Dairabayev focused on improving infrastructure in villages by ensuring good roads, water, gas, and internet, as well as adopting a law on food safety and stable management of the country’s agricultural sector with strict monitoring of the implemented programs.

Amirtai said his party will focus on the accountability of enterprises and officials for environmental pollution, revision of the Environmental Code, restoration of environmental science in Kazakhstan, and eradication of social inequality by assisting vulnerable citizens.

The People’s Party will prioritize social support for working people by providing a land plot for every citizen, as well as free education and medical care. The party would also focus on repossessing oligarchs’ property and returning illegally privatized enterprises to the state, as well as improving youth policy by providing housing and increasing student stipends.
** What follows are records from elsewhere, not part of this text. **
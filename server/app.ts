import express, { type Express } from 'express';
import helmet from 'helmet';
import morgan from 'morgan';
import { existsSync } from 'node:fs';
import { join } from 'node:path';
import type { MikroORM } from '@mikro-orm/postgresql';
import type { ServerConfig } from './config';
import { errorHandler, notFoundRoute } from './errors';
import { healthRoutes } from './routes/health';

export interface AppContext {
  config: ServerConfig;
  orm: MikroORM;
}

/** Builds the Express app: security headers, body limits, request log, the API under /api, then the built Angular app. */
export function createApp(ctx: AppContext): Express {
  const { config, orm } = ctx;
  const app = express();
  app.disable('x-powered-by');
  app.set('trust proxy', 'loopback');
  app.use(
    helmet({
      contentSecurityPolicy: {
        directives: {
          defaultSrc: ["'self'"],
          scriptSrc: ["'self'"],
          styleSrc: ["'self'", "'unsafe-inline'"],
          imgSrc: ["'self'", 'data:', 'blob:'],
          fontSrc: ["'self'"],
          workerSrc: ["'self'", 'blob:'],
          connectSrc: ["'self'"],
          objectSrc: ["'none'"],
          frameAncestors: ["'none'"],
        },
      },
    }),
  );
  if (config.logRequests) app.use(morgan(':method :url :status :res[content-length] - :response-time ms'));
  app.use('/api', express.json({ limit: config.jsonLimit }));

  const api = express.Router();
  api.use(healthRoutes(orm, config.version));
  api.use(notFoundRoute);
  app.use('/api', api);

  const index = join(config.webRoot, 'index.html');
  if (existsSync(index)) {
    app.use(express.static(config.webRoot, { index: false, maxAge: '1h' }));
    // Client-side routes of the single-page app all answer with index.html.
    app.get('/{*splat}', (_req, res) => res.sendFile(index));
  }
  app.use(errorHandler());
  return app;
}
Auesbayev said his party would first address assistance to the poorest citizens, eliminate the oligarchic system, and ensure control over the country’s resources by returning all illegally obtained assets to the people.

The Respublica party will aim to provide support to the youth in villages and cities by creating competitive conditions for qualified young people and providing decent wages to encourage young people not to leave abroad for work.

The parliamentary election will take place on March 19, with seven political parties and candidates in single-member districts competing for 98 seats in the Mazhilis and 3,415 seats in the maslikhats (local representative bodies). 

The election promises to be competitive, with 283 party list candidates and 435 running in single-mandate districts for the Mazhilis alone. Campaigning will last until midnight on March 18. A total of 33.4 billion tenge ($72.5 million) is expected to be spent on the election.